> [Required action]
Each line of the data must be copied exactly.

(Source material)

using Placement.IO;
using Placement.Points;

namespace Placement.Bodies;

/// <summary>Recovers the placed body from a point file that also holds a background medium or was moved to a centre-of-mass frame.</summary>
public static class PlacedBody
{
    /// <summary>
    /// The body's own points: every point not in the background layer (<see cref="PointLayers.Background"/>), moved so
    /// the body's centre (the scalars <see cref="BodyNames.BodyCentreX"/> … written by <see cref="BodyAssembly"/>, the
    /// origin when absent) is at the origin again. Positions, masses, target densities and layers are copied.
    /// </summary>
    /// <param name="table">A point table, e.g. read from a file.</param>
    /// <returns>A new point set in the table's units with the table's provenance.</returns>
    public static PointSet Of(PointTable table)
    {
        ArgumentNullException.ThrowIfNull(table);
        var all = table.Points;
        double cx = Centre(table, BodyNames.BodyCentreX), cy = Centre(table, BodyNames.BodyCentreY), cz = Centre(table, BodyNames.BodyCentreZ);
        int n = 0;
        for (int i = 0; i < all.Count; i++) if (all.Layer[i] != PointLayers.Background) n++;
        var body = new PointSet(n, all.Units) { Provenance = all.Provenance };
        for (int i = 0, k = 0; i < all.Count; i++)
        {
            if (all.Layer[i] == PointLayers.Background) continue;
            body.X[k] = all.X[i] - cx; body.Y[k] = all.Y[i] - cy; body.Z[k] = all.Z[i] - cz;
            body.Mass[k] = all.Mass[i]; body.TargetDensity[k] = all.TargetDensity[i]; body.Layer[k] = all.Layer[i];
            k++;
        }
        return body;
    }

    /// <summary>Whether <see cref="Of"/> would change anything: a background layer or a moved centre.</summary>
    /// <param name="table">A point table.</param>
    public static bool IsEmbedded(PointTable table)
    {
        ArgumentNullException.ThrowIfNull(table);
        if (Centre(table, BodyNames.BodyCentreX) != 0 || Centre(table, BodyNames.BodyCentreY) != 0 || Centre(table, BodyNames.BodyCentreZ) != 0) return true;
        foreach (int layer in table.Points.Layer) if (layer == PointLayers.Background) return true;
        return false;
    }

    private static double Centre(PointTable table, string name)
    {
        foreach (var scalar in table.BodyScalars)
            if (scalar.Name == name && double.IsFinite(scalar.Value)) return scalar.Value;
        return 0;
    }
}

(End Source material)

> [Solution to the exercise]
using Placement.IO;
using Placement.Points;

namespace Placement.Bodies;

/// <summary>Recovers the placed body from a point file that also holds a background medium or was moved to a centre-of-mass frame.</summary>
public static class PlacedBody
{
    /// <summary>
    /// The body's own points: every point not in the background layer (<see cref="PointLayers.Background"/>), moved so
    /// the body's centre (the scalars <see cref="BodyNames.BodyCentreX"/> … written by <see cref="BodyAssembly"/>, the
    /// origin when absent) is at the origin again. Positions, masses, target densities and layers are copied.
    /// </summary>
    /// <param name="table">A point table, e.g. read from a file.</param>
    /// <returns>A new point set in the table's units with the table's provenance.</returns>
    public static PointSet Of(PointTable table)
    {
        ArgumentNullException.ThrowIfNull(table);
        var all = table.Points;
        double cx = Centre(table, BodyNames.BodyCentreX), cy = Centre(table, BodyNames.BodyCentreY), cz = Centre(table, BodyNames.BodyCentreZ);
        int n = 0;
        for (int i = 0; i < all.Count; i++) if (all.Layer[i] != PointLayers.Background) n++;
        var body = new PointSet(n, all.Units) { Provenance = all.Provenance };
        for (int i = 0, k = 0; i < all.Count; i++)
        {
            if (all.Layer[i] == PointLayers.Background) continue;
            body.X[k] = all.X[i] - cx; body.Y[k] = all.Y[i] - cy; body.Z[k] = all.Z[i] - cz;
            body.Mass[k] = all.Mass[i]; body.TargetDensity[k] = all.TargetDensity[i]; body.Layer[k] = all.Layer[i];
            k++;
        }
        return body;
    }

    /// <summary>Whether <see cref="Of"/> would change anything: a background layer or a moved centre.</summary>
    /// <param name="table">A point table.</param>
    public static bool IsEmbedded(PointTable table)
    {
        ArgumentNullException.ThrowIfNull(table);
        if (Centre(table, BodyNames.BodyCentreX) != 0 || Centre(table, BodyNames.BodyCentreY) != 0 || Centre(table, BodyNames.BodyCentreZ) != 0) return true;
        foreach (int layer in table.Points.Layer) if (layer == PointLayers.Background) return true;
        return false;
    }

    private static double Centre(PointTable table, string name)
    {
        foreach (var scalar in table.BodyScalars)
            if (scalar.Name == name && double.IsFinite(scalar.Value)) return scalar.Value;
        return 0;
    }
}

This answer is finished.